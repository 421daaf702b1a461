"""Where the file quotes how large an error is: every such number with its dotted place.

A place is the way to it through the file, with masks, pairs and features by id:
``tools.stepper.alignment``, ``masks.GATE.cd``, ``self_aligned.SD.edge``. One rule says when the kind
follows: in ``terms`` always, because a term may state several (``tools.stepper.terms.stage.random``);
elsewhere only when it is not the plain ``random`` (``masks.GATE.cd.bound``). A reading's own alignment
stands under its reference, ``masks.CONTACT.aligns_to.GATE.alignment``, and under its axis first where
it serves that axis alone, ``masks.CONTACT.aligns_to.x.GATE.alignment``. An alignment from mark sites
quotes what reading one mark costs, ``tools.stepper.alignment.per_mark``.

Offsets are known and signed, not sizes, and are left out. A number that is the same for x and y counts
as one that serves both, however it is written.
"""

import json
from collections.abc import Iterator
from dataclasses import dataclass
from typing import Literal

from flowplan.model.base import AXES, Axis, PerAxis
from flowplan.model.flow import Flow, Layer
from flowplan.model.marksites import MarkSites
from flowplan.model.masks import Mask, Reading
from flowplan.model.terms import SHAPE_DIMENSION, Kind, Shape, SizeParts, Term
from flowplan.units import Quantity, convert

#: The way to a size: group, id, and the keys below it.
Keys = tuple[str, ...]
#: The step below an alignment from mark sites.
PER_MARK = "per_mark"
#: Steps of the way to a reading's alignment that serves one axis alone.
_ON_ONE_AXIS = 6


@dataclass(frozen=True, slots=True)
class Quoted:
    """One number of the file that says how large an error is.

    Attributes
    ----------
    keys : tuple of str
        The way to it, without the kind.
    kind : {'random', 'uniform', 'bound'}
        How the number is meant.
    axis : {'x', 'y'} or None
        The axis that it serves; None where one number serves both.
    size : Quantity
        The number as quoted.
    shape : str
        The term's shape; ``shift`` for everything that is not a term.
    """

    keys: Keys
    kind: Kind
    axis: Axis | None
    size: Quantity
    shape: Shape

    @property
    def path(self) -> str:
        """The dotted place; a step that holds a dot or a quote is put in quotes."""
        steps = self.keys
        if "terms" in self.keys[2:3] or self.kind != "random":
            steps = (*steps, self.kind)
        return ".".join(_step(step) for step in steps)

    @property
    def axes(self) -> tuple[Axis, ...]:
        """The axes that it serves."""
        return AXES if self.axis is None else (self.axis,)

    @property
    def is_length(self) -> bool:
        """Whether it is a length, rather than an angle or a ratio."""
        return SHAPE_DIMENSION[self.shape] == "length"

    def in_base(self, file_unit: str) -> float:
        """Return the size [nm, urad or ppm]."""
        return self.size.in_base(file_unit)

    def quantity(self, base: float, file_unit: str) -> Quantity:
        """Return another size of the same place as a quantity.

        Parameters
        ----------
        base : float
            The size [nm, urad or ppm].
        file_unit : str
            Unit of bare lengths in the file.
        """
        if self.is_length:
            return Quantity(convert(base, "nm", file_unit))
        return Quantity(base, "urad" if SHAPE_DIMENSION[self.shape] == "angle" else "ppm")


def _step(step: str) -> str:
    return json.dumps(step, ensure_ascii=False) if set(step) & {".", '"'} else step


def layer_keys(layer: Layer, name: str) -> Keys:
    """Return the way to a size of a mask or of a self-aligned feature."""
    return "masks" if isinstance(layer, Mask) else "self_aligned", layer.id, name


def term_keys(mask: Mask, tool: str | None, name: str) -> Keys:
    """Return the way to a term of a tool, or of a mask where `tool` is None."""
    return ("masks", mask.id, "terms", name) if tool is None else ("tools", tool, "terms", name)


def reading_keys(mask: Mask, reading: Reading, axis: Axis) -> Keys:
    """Return the way to a reading's own alignment; the axis is a step where it serves that one alone."""
    step = () if reading_axes(mask, reading, axis) == "xy" else (axis,)
    return "masks", mask.id, "aligns_to", *step, reading.mask, "alignment"


def reading_axes(mask: Mask, reading: Reading, axis: Axis) -> Literal["x", "y", "xy"]:
    """Return the axes that one reading serves: the one it stands under, or both with its twin."""
    other = mask.aligns_to.on("y" if axis == "x" else "x")
    both = any(r.mask == reading.mask and r.alignment == reading.alignment for r in other)
    return "xy" if both else axis


def quoted_sizes(flow: Flow) -> tuple[Quoted, ...]:
    """Return every quoted size of a flow, in file order: tools, masks, self-aligned features.

    Parameters
    ----------
    flow : Flow
        A checked flow.

    Returns
    -------
    tuple of Quoted
        Sizes of 0 too; no offsets.
    """
    return tuple(_Sizes(flow).everything())


def quoted_at(flow: Flow, path: str, axis: Axis | None = None) -> Quoted:
    """Return the size at a dotted place.

    Parameters
    ----------
    flow : Flow
        A checked flow.
    path : str
        As `Quoted.path` writes it.
    axis : {'x', 'y'}, optional
        Which of the two numbers, where x and y differ.

    Raises
    ------
    KeyError
        When the flow quotes no such size.
    """
    for quoted in quoted_sizes(flow):
        if quoted.path == path and quoted.axis == axis:
            return quoted
    raise KeyError(path if axis is None else f"{path} ({axis})")


class _Sizes:
    def __init__(self, flow: Flow) -> None:
        self.flow = flow

    def everything(self) -> Iterator[Quoted]:
        for name, tool in self.flow.tools.items():
            for key in ("alignment", "wafer_alignment"):
                yield from self._parts(("tools", name, key), getattr(tool, key))
            for term_name, term in tool.terms.items():
                yield from self._parts(("tools", name, "terms", term_name), term)
        for mask in self.flow.masks:
            yield from self._readings(mask)
            for key in ("cd", "edge", "mark_reading"):
                yield from self._parts(layer_keys(mask, key), getattr(mask, key))
            for term_name, term in mask.terms.items():
                yield from self._parts(term_keys(mask, None, term_name), term)
        for feature in self.flow.self_aligned:
            yield from self._parts(layer_keys(feature, "edge"), feature.edge)

    def _readings(self, mask: Mask) -> Iterator[Quoted]:
        done: set[Keys] = set()
        for axis in AXES:
            for reading in mask.aligns_to.on(axis):
                keys = reading_keys(mask, reading, axis)
                if keys not in done:
                    done.add(keys)
                    only = axis if len(keys) == _ON_ONE_AXIS else None
                    yield from self._parts(keys, reading.alignment, only)

    def _parts(
        self, keys: Keys, size: SizeParts | MarkSites | None, only: Axis | None = None
    ) -> Iterator[Quoted]:
        if size is None:
            return
        if isinstance(size, MarkSites):
            # Readings along both axes bear on a fit of which one axis is used.
            yield from self._parts((*keys, PER_MARK), size.per_mark)
            return
        shape: Shape = size.shape if isinstance(size, Term) else "shift"
        for kind, per_axis in size.parts():
            if kind == "offset":
                continue
            for axis in (only,) if only else self._axes(per_axis):
                yield Quoted(keys, kind, axis, per_axis.on(axis or "x"), shape)

    def _axes(self, size: PerAxis) -> tuple[Axis | None, ...]:
        one = size.x.in_base(self.flow.unit) == size.y.in_base(self.flow.unit)
        return (None,) if one else AXES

◆ **What is expected**: Wherever the word "Iterator" shows up in the material, copy the line it is on.

◆ **Solution for this task**:
from collections.abc import Iterator
    def everything(self) -> Iterator[Quoted]:
    def _readings(self, mask: Mask) -> Iterator[Quoted]:
    ) -> Iterator[Quoted]:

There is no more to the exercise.